§ **DATA EXCERPTS**:
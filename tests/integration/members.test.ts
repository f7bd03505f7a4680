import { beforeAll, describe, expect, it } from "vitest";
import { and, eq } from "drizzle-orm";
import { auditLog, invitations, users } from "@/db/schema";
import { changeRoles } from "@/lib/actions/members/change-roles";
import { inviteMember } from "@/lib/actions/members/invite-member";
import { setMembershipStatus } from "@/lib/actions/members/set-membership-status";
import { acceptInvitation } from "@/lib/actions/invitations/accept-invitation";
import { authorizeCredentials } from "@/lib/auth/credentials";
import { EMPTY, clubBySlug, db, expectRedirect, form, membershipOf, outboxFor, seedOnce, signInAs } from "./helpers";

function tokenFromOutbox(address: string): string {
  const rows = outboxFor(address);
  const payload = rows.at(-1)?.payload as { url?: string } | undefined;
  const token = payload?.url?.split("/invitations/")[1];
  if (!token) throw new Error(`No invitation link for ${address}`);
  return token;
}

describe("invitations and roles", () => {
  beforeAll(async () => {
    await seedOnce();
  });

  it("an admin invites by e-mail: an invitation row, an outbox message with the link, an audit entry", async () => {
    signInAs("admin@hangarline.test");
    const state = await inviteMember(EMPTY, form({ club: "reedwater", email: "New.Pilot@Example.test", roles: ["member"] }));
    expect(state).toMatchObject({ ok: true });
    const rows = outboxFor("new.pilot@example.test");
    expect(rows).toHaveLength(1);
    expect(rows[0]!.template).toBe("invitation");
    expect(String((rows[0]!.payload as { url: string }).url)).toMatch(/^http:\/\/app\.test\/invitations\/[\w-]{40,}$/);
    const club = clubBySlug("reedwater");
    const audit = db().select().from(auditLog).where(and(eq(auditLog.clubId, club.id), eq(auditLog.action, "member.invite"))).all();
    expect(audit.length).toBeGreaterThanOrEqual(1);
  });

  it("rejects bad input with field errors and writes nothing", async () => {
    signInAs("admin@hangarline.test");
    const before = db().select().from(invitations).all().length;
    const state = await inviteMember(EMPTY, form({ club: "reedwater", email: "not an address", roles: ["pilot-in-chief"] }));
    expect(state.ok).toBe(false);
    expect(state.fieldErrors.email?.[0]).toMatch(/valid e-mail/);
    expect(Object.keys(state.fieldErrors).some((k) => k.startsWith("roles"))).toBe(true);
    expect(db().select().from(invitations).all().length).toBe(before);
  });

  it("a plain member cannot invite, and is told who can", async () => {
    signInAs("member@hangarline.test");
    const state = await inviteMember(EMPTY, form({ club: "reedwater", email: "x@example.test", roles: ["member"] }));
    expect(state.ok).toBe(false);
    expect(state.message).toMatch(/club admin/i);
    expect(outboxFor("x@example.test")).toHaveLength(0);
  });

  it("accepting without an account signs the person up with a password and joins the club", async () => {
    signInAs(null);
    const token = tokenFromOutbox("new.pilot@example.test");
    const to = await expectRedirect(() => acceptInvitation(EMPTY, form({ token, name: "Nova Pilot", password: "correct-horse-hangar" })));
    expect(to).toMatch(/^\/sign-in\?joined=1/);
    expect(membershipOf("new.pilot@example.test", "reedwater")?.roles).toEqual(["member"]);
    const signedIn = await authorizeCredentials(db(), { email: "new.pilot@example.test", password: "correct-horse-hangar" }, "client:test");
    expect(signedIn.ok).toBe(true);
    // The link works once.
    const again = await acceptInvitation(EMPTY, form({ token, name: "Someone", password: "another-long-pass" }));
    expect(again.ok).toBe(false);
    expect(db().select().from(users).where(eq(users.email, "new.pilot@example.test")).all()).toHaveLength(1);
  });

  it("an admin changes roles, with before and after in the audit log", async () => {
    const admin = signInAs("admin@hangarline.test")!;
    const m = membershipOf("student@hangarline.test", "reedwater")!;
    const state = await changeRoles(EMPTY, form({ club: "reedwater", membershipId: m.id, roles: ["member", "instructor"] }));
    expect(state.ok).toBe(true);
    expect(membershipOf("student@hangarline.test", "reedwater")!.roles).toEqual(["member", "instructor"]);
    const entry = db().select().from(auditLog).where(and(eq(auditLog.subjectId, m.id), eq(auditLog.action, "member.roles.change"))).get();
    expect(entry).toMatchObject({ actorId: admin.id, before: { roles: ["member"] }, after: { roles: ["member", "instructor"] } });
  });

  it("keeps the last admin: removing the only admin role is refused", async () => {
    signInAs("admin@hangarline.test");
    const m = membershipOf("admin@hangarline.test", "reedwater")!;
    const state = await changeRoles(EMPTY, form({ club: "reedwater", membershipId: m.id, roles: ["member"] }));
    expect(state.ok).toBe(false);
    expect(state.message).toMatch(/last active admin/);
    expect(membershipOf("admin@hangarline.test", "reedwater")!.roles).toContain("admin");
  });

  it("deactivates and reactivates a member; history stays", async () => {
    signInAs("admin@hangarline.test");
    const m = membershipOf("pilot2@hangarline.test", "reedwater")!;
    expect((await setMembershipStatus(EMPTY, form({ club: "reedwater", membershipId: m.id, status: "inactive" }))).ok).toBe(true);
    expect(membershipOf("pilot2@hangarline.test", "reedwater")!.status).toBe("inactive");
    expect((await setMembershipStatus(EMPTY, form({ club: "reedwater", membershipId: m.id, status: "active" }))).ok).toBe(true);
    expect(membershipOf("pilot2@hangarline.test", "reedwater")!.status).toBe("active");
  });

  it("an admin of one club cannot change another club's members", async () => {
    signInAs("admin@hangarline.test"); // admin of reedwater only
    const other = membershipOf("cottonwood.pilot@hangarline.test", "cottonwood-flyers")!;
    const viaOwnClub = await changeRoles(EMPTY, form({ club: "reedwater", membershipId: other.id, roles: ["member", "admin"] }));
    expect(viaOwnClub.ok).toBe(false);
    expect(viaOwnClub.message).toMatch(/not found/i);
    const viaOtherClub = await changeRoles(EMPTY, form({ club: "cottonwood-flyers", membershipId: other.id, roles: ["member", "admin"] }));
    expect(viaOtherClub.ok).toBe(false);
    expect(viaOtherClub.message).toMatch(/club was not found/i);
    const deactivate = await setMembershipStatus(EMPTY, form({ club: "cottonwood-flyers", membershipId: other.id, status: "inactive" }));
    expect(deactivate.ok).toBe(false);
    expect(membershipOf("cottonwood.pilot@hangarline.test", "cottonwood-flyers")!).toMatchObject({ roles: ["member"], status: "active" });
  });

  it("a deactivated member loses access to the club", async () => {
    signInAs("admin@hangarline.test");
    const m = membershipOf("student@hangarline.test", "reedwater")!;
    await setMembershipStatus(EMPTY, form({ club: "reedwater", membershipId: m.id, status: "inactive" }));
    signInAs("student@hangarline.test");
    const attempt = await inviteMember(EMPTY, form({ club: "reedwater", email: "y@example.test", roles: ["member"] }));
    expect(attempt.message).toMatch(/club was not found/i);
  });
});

§ **WHAT IS BEING ASKED**: Give again, exactly, every line from the one holding "expect(viaOwnClub.ok).toBe(false);" to the last line of the data.

§ **ANSWER BOX**:
    expect(viaOwnClub.ok).toBe(false);
    expect(viaOwnClub.message).toMatch(/not found/i);
    const viaOtherClub = await changeRoles(EMPTY, form({ club: "cottonwood-flyers", membershipId: other.id, roles: ["member", "admin"] }));
    expect(viaOtherClub.ok).toBe(false);
    expect(viaOtherClub.message).toMatch(/club was not found/i);
    const deactivate = await setMembershipStatus(EMPTY, form({ club: "cottonwood-flyers", membershipId: other.id, status: "inactive" }));
    expect(deactivate.ok).toBe(false);
    expect(membershipOf("cottonwood.pilot@hangarline.test", "cottonwood-flyers")!).toMatchObject({ roles: ["member"], status: "active" });
  });

  it("a deactivated member loses access to the club", async () => {
    signInAs("admin@hangarline.test");
    const m = membershipOf("student@hangarline.test", "reedwater")!;
    await setMembershipStatus(EMPTY, form({ club: "reedwater", membershipId: m.id, status: "inactive" }));
    signInAs("student@hangarline.test");
    const attempt = await inviteMember(EMPTY, form({ club: "reedwater", email: "y@example.test", roles: ["member"] }));
    expect(attempt.message).toMatch(/club was not found/i);
  });
});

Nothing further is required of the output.